::: Supplied information :::

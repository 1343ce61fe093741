// Package demo builds the invented scenario that `huesolve demo` runs: the
// quality-control lab of Plumwick Confections, an invented maker of fruit
// drops, which checks the colourant content of its production batches with
// four invented dyes whose bands overlap.
//
// Everything here is made up: the lab, the product, the dyes, their
// spectra and the concentrations. The spectra are synthetic bands (sums of
// asymmetric Gaussians) on 350-750 nm at 1 nm steps; the scans add a
// product-base background, a little stray light, photometric noise that
// grows as 10^A and small random offsets, all drawn from a fixed-seed PCG
// so that every run writes the same files. The true concentrations stay in
// the [Scenario] so that tests can compare what huesolve recovers with
// what was put in.
package demo

import (
	"math"
	"strconv"
	"strings"
)

// concUnit is the concentration unit of every dye in the scenario.
const concUnit = "mg/L"

// Grid limits and step of every scan, in nm.
const (
	gridLoNM   = 350
	gridHiNM   = 750
	gridStepNM = 1
)

// band is one absorption band: an asymmetric Gaussian with its maximum
// Height (absorptivity, L mg⁻¹ cm⁻¹) at CentreNM, standard deviation
// WidthLoNM on the short-wavelength side and WidthHiNM on the long side.
type band struct {
	CentreNM, WidthLoNM, WidthHiNM, Height float64
}

// At returns the band's value at wavelength nm.
func (b band) At(nm float64) float64 {
	w := b.WidthHiNM
	if nm < b.CentreNM {
		w = b.WidthLoNM
	}
	z := (nm - b.CentreNM) / w
	return b.Height * math.Exp(-0.5*z*z)
}

// Dye is one invented colourant.
type Dye struct {
	Name   string // invented name, used as the compound name in sheets
	Colour string // what it looks like, for the story
	bands  []band
	// Levels are the calibration levels (mg/L) of its pure standards.
	Levels []float64
}

// absorptivity returns the dye's absorptivity (L mg⁻¹ cm⁻¹) at nm.
func (d Dye) absorptivity(nm float64) float64 {
	var a float64
	for _, b := range d.bands {
		a += b.At(nm)
	}
	return a
}

// scanForm says how a scan is written to disk.
type scanForm int

const (
	// twoColumn is a delimited file "wavelength_nm,absorbance", one scan.
	twoColumn scanForm = iota
	// formWide is one column of a wide table holding several scans.
	formWide
	// percentT is a two-column file of transmittance in percent.
	percentT
	// jcamp is a JCAMP-DX file.
	jcamp
)

// Trouble names what is wrong with a production sample, if anything.
type Trouble string

// The troubles built into the scenario.
const (
	Normal       Trouble = ""
	NearLimit    Trouble = "near-detection-limit"
	TooStrong    Trouble = "too-concentrated"
	Turbid       Trouble = "turbid"
	UnlistedDye  Trouble = "unlisted-dye"
	DilutedAgain Trouble = "diluted-rescan" // the too-strong sample, diluted and scanned again
)

// Scan is one measured solution: a standard, a check standard or a
// production sample.
type Scan struct {
	// Name is the sample or scan name: the file base name, or the column
	// name in a wide table.
	Name string
	// file is the path relative to the scenario folder.
	file string
	// column is the column name within a wide table ("" otherwise).
	column string
	form   scanForm
	// Conc holds the concentration of each dye in Scenario.Dyes order, in
	// mg/L, in the product (for samples: before any dilution).
	Conc []float64
	// unlisted is the concentration (mg/L, in the product) of the dye that
	// is missing from the references.
	unlisted float64
	// turbidity is the scattering absorbance at 400 nm (it goes as λ⁻⁴).
	turbidity float64
	// Dilution is the dilution factor applied before scanning (1: none).
	Dilution float64
	// pathCM is the cell path length in cm.
	pathCM float64
	// Trouble says what is wrong with a production sample.
	Trouble Trouble
	// Note tells the story of the sample in a few words.
	Note string
}

// Scenario is the whole invented case.
type Scenario struct {
	Lab     string
	Product string
	// Dyes are the colourants the lab calibrates, in sheet column order.
	Dyes []Dye
	// extra is a dye the references do not hold.
	extra Dye
	// grid is the wavelength grid of every scan (nm).
	grid []float64
	// Standards are the calibration standards, blanks first.
	Standards []Scan
	// blank is the blank scanned with the production samples.
	blank Scan
	// Checks are the check standards of known composition.
	Checks []Scan
	// Samples are the production samples.
	Samples []Scan
	// Lots are the product lots of the day's run (the run sheet),
	// prepared by weight in replicate.
	Lots []Lot

	// Instrument and matrix model used to make the scans.
	strayLight  float64 // stray-light fraction of the instrument
	noiseFloor  float64 // absorbance noise SD at low absorbance
	noiseT      float64 // transmittance noise SD (fraction); gives 0.434·noiseT·10^A
	offsetSD    float64 // SD of a random absorbance offset per scan
	baseUVAbs   float64 // product-base background at 350 nm above its flat part
	baseUVDecay float64 // its decay length (nm)
	baseFlat    float64 // flat background of the product base
	seed1       uint64  // PCG seeds
	seed2       uint64
}

// New returns the Plumwick Confections scenario. It is the same on every
// call.
func New() *Scenario {
	sc := &Scenario{
		Lab:     "Plumwick Confections quality-control lab",
		Product: "fruit drops",
		Dyes: []Dye{
			{Name: "Ambrelin", Colour: "yellow", Levels: []float64{2, 4, 8, 12, 16, 20},
				bands: []band{{428, 36, 27, 0.050}, {352, 22, 22, 0.018}}},
			{Name: "Corvasine", Colour: "orange", Levels: []float64{2, 4, 8, 12, 16, 20},
				bands: []band{{482, 34, 29, 0.054}, {452, 18, 18, 0.010}, {365, 20, 20, 0.010}}},
			{Name: "Scarlane", Colour: "red", Levels: []float64{2, 4, 8, 12, 16, 20},
				bands: []band{{512, 31, 25, 0.046}, {478, 17, 17, 0.009}, {372, 20, 20, 0.008}}},
			{Name: "Tidelin", Colour: "blue", Levels: []float64{0.5, 1, 2, 3, 4, 5},
				bands: []band{{630, 30, 19, 0.160}, {585, 22, 22, 0.038}, {410, 25, 25, 0.012}}},
		},
		extra: Dye{Name: "Sloevine", Colour: "violet",
			bands: []band{{566, 30, 24, 0.080}, {385, 20, 20, 0.010}}},
		strayLight:  2e-4,
		noiseFloor:  0.0012,
		noiseT:      5e-5,
		offsetSD:    0.0008,
		baseUVAbs:   0.035,
		baseUVDecay: 28,
		baseFlat:    0.004,
		seed1:       20261202,
		seed2:       7,
	}
	for nm := gridLoNM; nm <= gridHiNM; nm += gridStepNM {
		sc.grid = append(sc.grid, float64(nm))
	}
	nd := len(sc.Dyes)
	conc := func(vals ...float64) []float64 {
		c := make([]float64, nd)
		copy(c, vals)
		return c
	}

	// Calibration standards: two blanks of the uncoloured product base,
	// each dye alone at six levels in duplicate, and two mixed standards.
	for i := 1; i <= 2; i++ {
		sc.Standards = append(sc.Standards, Scan{
			Name: "blank-" + strconv.Itoa(i), file: "standards/blank-" + strconv.Itoa(i) + ".csv",
			Conc: conc(), Dilution: 1, pathCM: 1, Note: "uncoloured product base"})
	}
	for k, d := range sc.Dyes {
		for _, lv := range d.Levels {
			for _, rep := range []string{"a", "b"} {
				name := strings.ToLower(d.Name) + "-" + levelTag(lv) + rep
				c := conc()
				c[k] = lv
				sc.Standards = append(sc.Standards, Scan{
					Name: name, file: "standards/" + name + ".csv",
					Conc: c, Dilution: 1, pathCM: 1})
			}
		}
	}
	sc.Standards = append(sc.Standards,
		Scan{Name: "mix-1", file: "standards/mix-1.csv", Conc: conc(8, 0, 0, 2), Dilution: 1, pathCM: 1,
			Note: "mixed standard"},
		Scan{Name: "mix-2", file: "standards/mix-2.csv", Conc: conc(0, 6, 6, 0), Dilution: 1, pathCM: 1,
			Note: "mixed standard"},
	)

	// Check standards: independently prepared mixtures, in one wide table
	// that starts with a blank scanned in the same run.
	sc.Checks = append(sc.Checks, Scan{Name: "blank", file: "checks/check-run.csv", column: "blank",
		form: formWide, Conc: conc(), Dilution: 1, pathCM: 1, Note: "uncoloured product base"})
	for i, c := range [][]float64{
		conc(10, 5, 5, 1.5), conc(10, 5, 5, 1.5),
		conc(4, 12, 3, 0), conc(4, 12, 3, 0),
		conc(0, 3, 14, 3), conc(0, 3, 14, 3),
	} {
		name := "chk-" + strconv.Itoa(i/2+1) + string(rune('a'+i%2))
		sc.Checks = append(sc.Checks, Scan{Name: name, file: "checks/check-run.csv", column: name,
			form: formWide, Conc: c, Dilution: 1, pathCM: 1})
	}

	// Production samples, with a blank of the product base scanned in
	// the same run.
	sc.blank = Scan{Name: "blank", file: BlankFile, Conc: conc(), Dilution: 1, pathCM: 1,
		Note: "uncoloured product base, scanned with the samples"}
	s := func(name string, form scanForm, c []float64, trouble Trouble, note string) Scan {
		file := "samples/" + name + ".csv"
		switch form {
		case formWide:
			file = "samples/run-2.csv"
		case percentT:
			file = "samples/" + name + "-pct-t.csv"
		case jcamp:
			file = "samples/" + name + ".jdx"
		}
		col := ""
		if form == formWide {
			col = name
		}
		return Scan{Name: name, file: file, column: col, form: form, Conc: c, Dilution: 1, pathCM: 1,
			Trouble: trouble, Note: note}
	}
	lime := s("lot-104", twoColumn, conc(18, 0, 0, 3.6), Normal, "lime; diluted 1+1 before scanning")
	lime.Dilution = 2
	turbid := s("lot-107", twoColumn, conc(6.5, 2, 0, 0), Turbid, "cloudy apple; hazy solution")
	turbid.turbidity = 0.05
	grape := s("lot-108", twoColumn, conc(0, 0, 6, 1.2), UnlistedDye, "grape; holds a dye not in the references")
	grape.unlisted = 5
	strong := conc(0, 20, 58, 6)
	rescan := s("lot-106-d5", twoColumn, strong, DilutedAgain, "blackcurrant, diluted 1+4 and scanned again")
	rescan.Dilution = 5
	sc.Samples = []Scan{
		s("lot-101", twoColumn, conc(11.5, 0, 0, 0), Normal, "lemon"),
		s("lot-102", twoColumn, conc(4.2, 9.6, 1.5, 0), Normal, "orange"),
		s("lot-103", twoColumn, conc(0, 2.4, 13.8, 0), Normal, "cherry"),
		lime,
		s("lot-105", twoColumn, conc(0.06, 0, 0, 0), NearLimit, "mint (uncoloured); traces carried over on the line"),
		s("lot-106", twoColumn, strong, TooStrong, "blackcurrant; too dark to read undiluted"),
		rescan,
		turbid,
		grape,
		s("lot-109", formWide, conc(7, 0, 0, 1.1), Normal, "greengage"),
		s("lot-110", formWide, conc(0, 6.5, 7.5, 0), Normal, "blood orange"),
		s("lot-111", formWide, conc(15, 3, 0, 0), Normal, "pineapple"),
		s("lot-112", jcamp, conc(0, 0, 10, 0.6), Normal, "raspberry"),
		s("lot-113", percentT, conc(5, 5, 5, 1), Normal, "mixed fruit"),
	}
	sc.Lots = sc.lots()
	return sc
}

// trueAbsorbance returns the noise-free absorbance of scan at grid point
// nm, before the instrument's stray light: dyes, the unlisted dye and
// turbidity scaled by path length and dilution, plus the product-base
// background.
func (sc *Scenario) trueAbsorbance(s *Scan, nm float64) float64 {
	dil := s.Dilution
	if dil == 0 {
		dil = 1
	}
	var a float64
	for k, d := range sc.Dyes {
		if s.Conc[k] != 0 {
			a += d.absorptivity(nm) * s.Conc[k]
		}
	}
	a += sc.extra.absorptivity(nm) * s.unlisted
	a = a * s.pathCM / dil
	if s.turbidity != 0 {
		r := 400 / nm
		a += s.turbidity * r * r * r * r
	}
	return a + sc.background(nm)*s.pathCM
}

// background is the absorbance of the uncoloured product base per cm.
func (sc *Scenario) background(nm float64) float64 {
	return sc.baseFlat + sc.baseUVAbs*math.Exp(-(nm-gridLoNM)/sc.baseUVDecay)
}

// Sample returns the production sample called name, or nil.
func (sc *Scenario) Sample(name string) *Scan {
	for i := range sc.Samples {
		if sc.Samples[i].Name == name {
			return &sc.Samples[i]
		}
	}
	return nil
}

// levelTag writes a level as a file-name part: 2 -> "02", 0.5 -> "0p5".
func levelTag(v float64) string {
	t := strings.ReplaceAll(strconv.FormatFloat(v, 'f', -1, 64), ".", "p")
	if v < 10 && v == math.Trunc(v) {
		t = "0" + t
	}
	return t
}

:::

Exercise prompt: Report each line above containing the string "strconv".

Solution to the problem:
	"strconv"
			Name: "blank-" + strconv.Itoa(i), file: "standards/blank-" + strconv.Itoa(i) + ".csv",
		name := "chk-" + strconv.Itoa(i/2+1) + string(rune('a'+i%2))
	t := strings.ReplaceAll(strconv.FormatFloat(v, 'f', -1, 64), ".", "p")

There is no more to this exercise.